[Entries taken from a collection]
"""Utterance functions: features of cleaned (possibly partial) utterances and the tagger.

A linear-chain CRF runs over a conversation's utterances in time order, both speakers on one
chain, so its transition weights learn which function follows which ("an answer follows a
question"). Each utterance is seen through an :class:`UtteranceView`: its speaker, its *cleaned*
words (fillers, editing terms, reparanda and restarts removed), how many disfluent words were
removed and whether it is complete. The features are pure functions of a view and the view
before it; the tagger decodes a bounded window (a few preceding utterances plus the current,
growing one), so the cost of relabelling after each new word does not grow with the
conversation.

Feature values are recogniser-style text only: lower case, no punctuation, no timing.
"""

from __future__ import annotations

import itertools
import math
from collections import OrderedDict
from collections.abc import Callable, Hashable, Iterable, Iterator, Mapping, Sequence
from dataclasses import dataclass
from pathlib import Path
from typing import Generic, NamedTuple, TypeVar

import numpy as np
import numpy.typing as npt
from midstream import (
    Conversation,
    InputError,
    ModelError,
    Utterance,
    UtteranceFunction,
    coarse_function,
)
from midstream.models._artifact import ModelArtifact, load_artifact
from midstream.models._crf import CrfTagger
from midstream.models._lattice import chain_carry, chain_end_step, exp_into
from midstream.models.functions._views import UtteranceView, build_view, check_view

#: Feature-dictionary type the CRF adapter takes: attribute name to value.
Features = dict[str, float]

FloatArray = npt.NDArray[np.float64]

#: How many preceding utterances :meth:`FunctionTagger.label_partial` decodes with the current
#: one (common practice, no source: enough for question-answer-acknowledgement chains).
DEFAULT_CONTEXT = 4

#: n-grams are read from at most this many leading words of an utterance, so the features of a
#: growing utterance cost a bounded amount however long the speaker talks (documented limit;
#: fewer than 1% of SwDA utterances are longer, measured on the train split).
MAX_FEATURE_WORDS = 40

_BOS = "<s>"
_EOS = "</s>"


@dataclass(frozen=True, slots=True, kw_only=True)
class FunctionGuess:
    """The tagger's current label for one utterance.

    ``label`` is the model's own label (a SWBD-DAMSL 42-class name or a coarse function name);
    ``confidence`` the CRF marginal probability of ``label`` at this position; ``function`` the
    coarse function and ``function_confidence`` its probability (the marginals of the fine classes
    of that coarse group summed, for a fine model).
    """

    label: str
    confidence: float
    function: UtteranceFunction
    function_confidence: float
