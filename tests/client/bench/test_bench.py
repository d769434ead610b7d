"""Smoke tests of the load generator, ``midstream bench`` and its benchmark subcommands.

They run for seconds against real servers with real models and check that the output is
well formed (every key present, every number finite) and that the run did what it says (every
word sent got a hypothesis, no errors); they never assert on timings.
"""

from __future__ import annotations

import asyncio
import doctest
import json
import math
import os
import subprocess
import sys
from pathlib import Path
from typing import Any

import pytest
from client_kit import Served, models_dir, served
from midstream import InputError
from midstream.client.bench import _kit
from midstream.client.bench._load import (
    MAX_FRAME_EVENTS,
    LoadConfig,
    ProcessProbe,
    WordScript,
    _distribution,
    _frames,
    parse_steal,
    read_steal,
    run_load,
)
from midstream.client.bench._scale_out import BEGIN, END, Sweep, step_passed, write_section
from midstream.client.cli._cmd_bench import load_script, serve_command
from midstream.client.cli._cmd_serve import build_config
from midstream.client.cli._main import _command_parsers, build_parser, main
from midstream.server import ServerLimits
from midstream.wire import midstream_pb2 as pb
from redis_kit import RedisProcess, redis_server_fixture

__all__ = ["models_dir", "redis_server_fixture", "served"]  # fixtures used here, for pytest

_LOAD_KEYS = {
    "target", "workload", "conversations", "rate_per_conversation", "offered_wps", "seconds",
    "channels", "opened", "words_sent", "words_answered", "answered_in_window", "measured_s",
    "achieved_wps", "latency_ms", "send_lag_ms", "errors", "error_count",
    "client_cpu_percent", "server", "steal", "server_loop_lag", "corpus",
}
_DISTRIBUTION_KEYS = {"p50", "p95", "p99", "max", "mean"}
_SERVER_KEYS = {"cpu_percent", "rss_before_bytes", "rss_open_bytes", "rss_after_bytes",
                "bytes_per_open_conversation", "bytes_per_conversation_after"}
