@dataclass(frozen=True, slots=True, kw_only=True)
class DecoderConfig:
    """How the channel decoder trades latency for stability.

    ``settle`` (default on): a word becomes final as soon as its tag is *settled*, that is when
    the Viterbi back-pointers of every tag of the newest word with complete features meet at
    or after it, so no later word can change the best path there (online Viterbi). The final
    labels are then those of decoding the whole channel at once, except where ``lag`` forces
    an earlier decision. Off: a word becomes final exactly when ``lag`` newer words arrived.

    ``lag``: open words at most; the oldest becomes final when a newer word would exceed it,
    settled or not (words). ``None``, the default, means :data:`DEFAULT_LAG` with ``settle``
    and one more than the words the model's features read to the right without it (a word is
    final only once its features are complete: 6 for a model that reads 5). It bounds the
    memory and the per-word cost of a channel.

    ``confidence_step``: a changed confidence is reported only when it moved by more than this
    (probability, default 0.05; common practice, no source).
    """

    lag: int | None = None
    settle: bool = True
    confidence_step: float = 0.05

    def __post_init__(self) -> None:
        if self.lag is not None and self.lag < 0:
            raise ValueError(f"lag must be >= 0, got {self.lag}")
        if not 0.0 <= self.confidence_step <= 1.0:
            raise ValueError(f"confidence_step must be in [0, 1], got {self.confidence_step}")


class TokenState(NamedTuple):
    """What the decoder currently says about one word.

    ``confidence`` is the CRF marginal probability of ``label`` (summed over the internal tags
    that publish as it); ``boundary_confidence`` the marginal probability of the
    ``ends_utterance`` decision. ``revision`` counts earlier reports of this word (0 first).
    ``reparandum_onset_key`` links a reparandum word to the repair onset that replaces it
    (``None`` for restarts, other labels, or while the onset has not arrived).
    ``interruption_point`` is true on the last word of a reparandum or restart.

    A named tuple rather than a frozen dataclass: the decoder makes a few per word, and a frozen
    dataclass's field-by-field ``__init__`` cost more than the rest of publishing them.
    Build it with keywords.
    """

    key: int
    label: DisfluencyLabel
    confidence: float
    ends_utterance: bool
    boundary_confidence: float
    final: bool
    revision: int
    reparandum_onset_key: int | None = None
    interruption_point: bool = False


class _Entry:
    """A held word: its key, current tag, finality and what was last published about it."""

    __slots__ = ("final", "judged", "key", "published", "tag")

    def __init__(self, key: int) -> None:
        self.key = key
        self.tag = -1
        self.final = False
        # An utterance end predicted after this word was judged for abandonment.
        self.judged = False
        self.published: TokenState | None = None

**Task objective:**
Which lines above run from the one containing "chain, so its" to the one containing "words (fillers, editing"? Give them again exactly, both ends included.

**Task answer:**
chain, so its transition weights learn which function follows which ("an answer follows a
question"). Each utterance is seen through an :class:`UtteranceView`: its speaker, its *cleaned*
words (fillers, editing terms, reparanda and restarts removed), how many disfluent words were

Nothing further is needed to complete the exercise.